Work request ->
Please give again, word for word, each line that falls between the line with "readonly type: 'init';" and the end of the data, inclusive.

Collected data ->
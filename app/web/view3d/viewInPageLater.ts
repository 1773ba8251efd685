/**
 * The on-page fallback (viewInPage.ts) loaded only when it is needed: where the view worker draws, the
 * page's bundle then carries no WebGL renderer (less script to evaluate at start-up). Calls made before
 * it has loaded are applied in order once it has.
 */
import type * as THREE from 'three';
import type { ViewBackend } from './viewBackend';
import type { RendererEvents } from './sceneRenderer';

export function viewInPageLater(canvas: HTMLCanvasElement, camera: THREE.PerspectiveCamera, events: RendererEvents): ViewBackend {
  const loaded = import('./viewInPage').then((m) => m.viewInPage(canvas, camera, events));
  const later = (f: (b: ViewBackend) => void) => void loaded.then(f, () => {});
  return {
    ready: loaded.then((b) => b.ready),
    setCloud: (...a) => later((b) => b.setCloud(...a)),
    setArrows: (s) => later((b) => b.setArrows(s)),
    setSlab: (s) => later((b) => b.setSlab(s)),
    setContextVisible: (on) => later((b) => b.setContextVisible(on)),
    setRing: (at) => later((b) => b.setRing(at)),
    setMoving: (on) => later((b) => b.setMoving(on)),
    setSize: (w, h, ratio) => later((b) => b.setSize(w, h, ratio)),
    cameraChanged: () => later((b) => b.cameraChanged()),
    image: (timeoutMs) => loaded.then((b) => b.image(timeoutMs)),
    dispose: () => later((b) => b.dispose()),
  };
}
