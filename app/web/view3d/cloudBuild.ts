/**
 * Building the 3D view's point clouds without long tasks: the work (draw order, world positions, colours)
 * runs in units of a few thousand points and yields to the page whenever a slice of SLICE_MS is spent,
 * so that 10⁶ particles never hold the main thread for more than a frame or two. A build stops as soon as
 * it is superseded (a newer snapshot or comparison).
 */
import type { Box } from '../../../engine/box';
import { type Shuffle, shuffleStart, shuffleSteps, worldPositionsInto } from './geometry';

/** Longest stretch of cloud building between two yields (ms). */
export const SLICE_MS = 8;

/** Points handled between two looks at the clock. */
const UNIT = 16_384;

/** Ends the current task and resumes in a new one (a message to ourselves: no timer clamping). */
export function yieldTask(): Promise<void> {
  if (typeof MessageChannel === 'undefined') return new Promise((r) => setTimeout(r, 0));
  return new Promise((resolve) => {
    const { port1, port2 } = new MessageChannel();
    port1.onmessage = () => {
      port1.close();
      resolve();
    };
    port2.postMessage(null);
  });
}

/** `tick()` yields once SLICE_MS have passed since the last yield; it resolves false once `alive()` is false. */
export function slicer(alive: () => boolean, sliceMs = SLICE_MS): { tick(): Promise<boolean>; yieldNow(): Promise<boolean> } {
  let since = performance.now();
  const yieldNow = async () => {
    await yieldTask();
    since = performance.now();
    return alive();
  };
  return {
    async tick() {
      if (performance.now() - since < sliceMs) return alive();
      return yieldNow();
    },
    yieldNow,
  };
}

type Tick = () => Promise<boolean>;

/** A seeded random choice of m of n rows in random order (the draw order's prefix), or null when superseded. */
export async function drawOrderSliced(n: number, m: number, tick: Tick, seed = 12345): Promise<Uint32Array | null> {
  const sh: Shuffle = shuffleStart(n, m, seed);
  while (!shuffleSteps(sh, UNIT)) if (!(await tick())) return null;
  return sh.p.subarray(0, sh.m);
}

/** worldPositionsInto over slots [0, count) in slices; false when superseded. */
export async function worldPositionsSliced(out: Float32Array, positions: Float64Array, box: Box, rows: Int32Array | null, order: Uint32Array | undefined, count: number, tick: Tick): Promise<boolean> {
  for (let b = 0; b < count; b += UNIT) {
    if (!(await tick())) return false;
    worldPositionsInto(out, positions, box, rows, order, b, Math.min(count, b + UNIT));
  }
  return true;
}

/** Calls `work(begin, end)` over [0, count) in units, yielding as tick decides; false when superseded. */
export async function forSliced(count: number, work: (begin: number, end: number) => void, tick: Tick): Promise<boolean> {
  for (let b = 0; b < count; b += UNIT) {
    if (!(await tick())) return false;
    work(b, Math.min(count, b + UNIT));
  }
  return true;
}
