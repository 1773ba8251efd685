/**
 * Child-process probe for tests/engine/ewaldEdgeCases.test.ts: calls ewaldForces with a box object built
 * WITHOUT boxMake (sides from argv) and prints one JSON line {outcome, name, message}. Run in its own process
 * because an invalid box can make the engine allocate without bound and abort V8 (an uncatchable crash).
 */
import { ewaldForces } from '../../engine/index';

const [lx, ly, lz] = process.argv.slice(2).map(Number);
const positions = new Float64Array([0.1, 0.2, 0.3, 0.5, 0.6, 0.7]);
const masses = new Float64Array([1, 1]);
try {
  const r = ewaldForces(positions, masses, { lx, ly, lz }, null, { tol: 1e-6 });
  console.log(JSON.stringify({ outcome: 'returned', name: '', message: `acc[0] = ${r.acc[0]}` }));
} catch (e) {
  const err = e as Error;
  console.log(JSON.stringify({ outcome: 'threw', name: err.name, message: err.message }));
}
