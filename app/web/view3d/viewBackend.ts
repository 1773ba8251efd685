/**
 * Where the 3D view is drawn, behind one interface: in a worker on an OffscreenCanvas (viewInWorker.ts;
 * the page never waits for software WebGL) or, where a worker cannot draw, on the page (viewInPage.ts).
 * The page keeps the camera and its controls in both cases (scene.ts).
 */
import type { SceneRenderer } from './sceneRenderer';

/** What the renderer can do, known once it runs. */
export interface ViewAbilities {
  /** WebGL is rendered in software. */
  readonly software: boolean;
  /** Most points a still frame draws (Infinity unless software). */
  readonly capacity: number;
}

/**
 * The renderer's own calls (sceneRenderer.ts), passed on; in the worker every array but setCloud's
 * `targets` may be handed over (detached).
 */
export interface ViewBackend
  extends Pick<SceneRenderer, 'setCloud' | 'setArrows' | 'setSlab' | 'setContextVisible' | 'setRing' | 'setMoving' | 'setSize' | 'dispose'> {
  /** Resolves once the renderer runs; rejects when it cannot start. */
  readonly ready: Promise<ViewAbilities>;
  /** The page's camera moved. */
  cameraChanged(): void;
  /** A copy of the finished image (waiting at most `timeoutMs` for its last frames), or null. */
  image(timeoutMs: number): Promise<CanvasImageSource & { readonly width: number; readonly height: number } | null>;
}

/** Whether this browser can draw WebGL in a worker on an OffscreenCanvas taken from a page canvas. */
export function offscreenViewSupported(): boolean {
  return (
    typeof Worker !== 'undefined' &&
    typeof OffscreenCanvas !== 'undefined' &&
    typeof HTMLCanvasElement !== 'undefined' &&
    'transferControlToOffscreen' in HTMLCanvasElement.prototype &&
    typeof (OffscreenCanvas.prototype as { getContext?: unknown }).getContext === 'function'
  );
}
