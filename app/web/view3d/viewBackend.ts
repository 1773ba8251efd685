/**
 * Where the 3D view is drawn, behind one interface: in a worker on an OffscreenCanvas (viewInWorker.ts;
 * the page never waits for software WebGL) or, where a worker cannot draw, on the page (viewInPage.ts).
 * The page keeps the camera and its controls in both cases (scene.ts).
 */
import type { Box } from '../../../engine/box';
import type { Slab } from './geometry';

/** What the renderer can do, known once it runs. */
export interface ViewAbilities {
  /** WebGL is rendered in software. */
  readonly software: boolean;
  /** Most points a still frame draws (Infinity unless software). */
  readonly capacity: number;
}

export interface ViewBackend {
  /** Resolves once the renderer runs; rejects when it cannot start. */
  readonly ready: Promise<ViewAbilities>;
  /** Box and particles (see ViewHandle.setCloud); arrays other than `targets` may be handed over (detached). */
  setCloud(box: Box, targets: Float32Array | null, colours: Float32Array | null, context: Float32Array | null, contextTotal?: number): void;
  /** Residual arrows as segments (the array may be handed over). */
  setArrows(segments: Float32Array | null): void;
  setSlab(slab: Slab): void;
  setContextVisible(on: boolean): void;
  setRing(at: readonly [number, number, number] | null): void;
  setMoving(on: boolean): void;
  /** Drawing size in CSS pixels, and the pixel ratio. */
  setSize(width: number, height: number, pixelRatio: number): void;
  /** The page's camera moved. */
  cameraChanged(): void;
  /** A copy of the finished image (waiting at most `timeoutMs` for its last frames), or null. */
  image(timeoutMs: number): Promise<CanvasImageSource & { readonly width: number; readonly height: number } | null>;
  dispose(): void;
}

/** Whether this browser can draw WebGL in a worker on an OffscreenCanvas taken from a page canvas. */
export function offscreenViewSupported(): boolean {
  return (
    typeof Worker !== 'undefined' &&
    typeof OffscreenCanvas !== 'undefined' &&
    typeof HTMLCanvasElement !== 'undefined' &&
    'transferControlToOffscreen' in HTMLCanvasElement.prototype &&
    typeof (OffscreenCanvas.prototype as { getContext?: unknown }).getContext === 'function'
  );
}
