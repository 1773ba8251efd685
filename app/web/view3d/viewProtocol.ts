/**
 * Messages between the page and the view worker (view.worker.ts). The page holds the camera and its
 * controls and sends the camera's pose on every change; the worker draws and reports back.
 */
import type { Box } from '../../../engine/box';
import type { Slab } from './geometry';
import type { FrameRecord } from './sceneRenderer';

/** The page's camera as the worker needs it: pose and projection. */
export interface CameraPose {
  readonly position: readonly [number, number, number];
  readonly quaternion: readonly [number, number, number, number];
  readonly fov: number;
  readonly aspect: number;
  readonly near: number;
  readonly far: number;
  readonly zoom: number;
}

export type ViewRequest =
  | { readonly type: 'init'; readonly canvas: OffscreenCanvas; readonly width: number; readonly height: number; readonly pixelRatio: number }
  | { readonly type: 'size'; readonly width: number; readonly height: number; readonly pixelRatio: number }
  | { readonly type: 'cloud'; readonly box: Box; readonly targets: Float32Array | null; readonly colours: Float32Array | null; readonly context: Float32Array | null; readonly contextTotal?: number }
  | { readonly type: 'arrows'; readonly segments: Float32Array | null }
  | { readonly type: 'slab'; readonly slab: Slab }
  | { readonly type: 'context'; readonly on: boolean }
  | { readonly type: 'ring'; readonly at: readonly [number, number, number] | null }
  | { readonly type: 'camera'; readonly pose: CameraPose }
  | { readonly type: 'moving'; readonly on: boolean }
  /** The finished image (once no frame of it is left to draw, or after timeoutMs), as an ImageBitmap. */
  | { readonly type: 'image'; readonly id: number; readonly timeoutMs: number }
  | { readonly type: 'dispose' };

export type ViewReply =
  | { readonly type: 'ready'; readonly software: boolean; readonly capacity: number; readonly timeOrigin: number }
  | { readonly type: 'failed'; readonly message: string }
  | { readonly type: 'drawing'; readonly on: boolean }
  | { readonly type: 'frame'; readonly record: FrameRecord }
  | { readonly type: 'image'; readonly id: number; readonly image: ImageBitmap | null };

Exercise response ->
  | { readonly type: 'init'; readonly canvas: OffscreenCanvas; readonly width: number; readonly height: number; readonly pixelRatio: number }
  | { readonly type: 'size'; readonly width: number; readonly height: number; readonly pixelRatio: number }
  | { readonly type: 'cloud'; readonly box: Box; readonly targets: Float32Array | null; readonly colours: Float32Array | null; readonly context: Float32Array | null; readonly contextTotal?: number }
  | { readonly type: 'arrows'; readonly segments: Float32Array | null }
  | { readonly type: 'slab'; readonly slab: Slab }
  | { readonly type: 'context'; readonly on: boolean }
  | { readonly type: 'ring'; readonly at: readonly [number, number, number] | null }
  | { readonly type: 'camera'; readonly pose: CameraPose }
  | { readonly type: 'moving'; readonly on: boolean }
  /** The finished image (once no frame of it is left to draw, or after timeoutMs), as an ImageBitmap. */
  | { readonly type: 'image'; readonly id: number; readonly timeoutMs: number }
  | { readonly type: 'dispose' };

export type ViewReply =
  | { readonly type: 'ready'; readonly software: boolean; readonly capacity: number; readonly timeOrigin: number }
  | { readonly type: 'failed'; readonly message: string }
  | { readonly type: 'drawing'; readonly on: boolean }
  | { readonly type: 'frame'; readonly record: FrameRecord }
  | { readonly type: 'image'; readonly id: number; readonly image: ImageBitmap | null };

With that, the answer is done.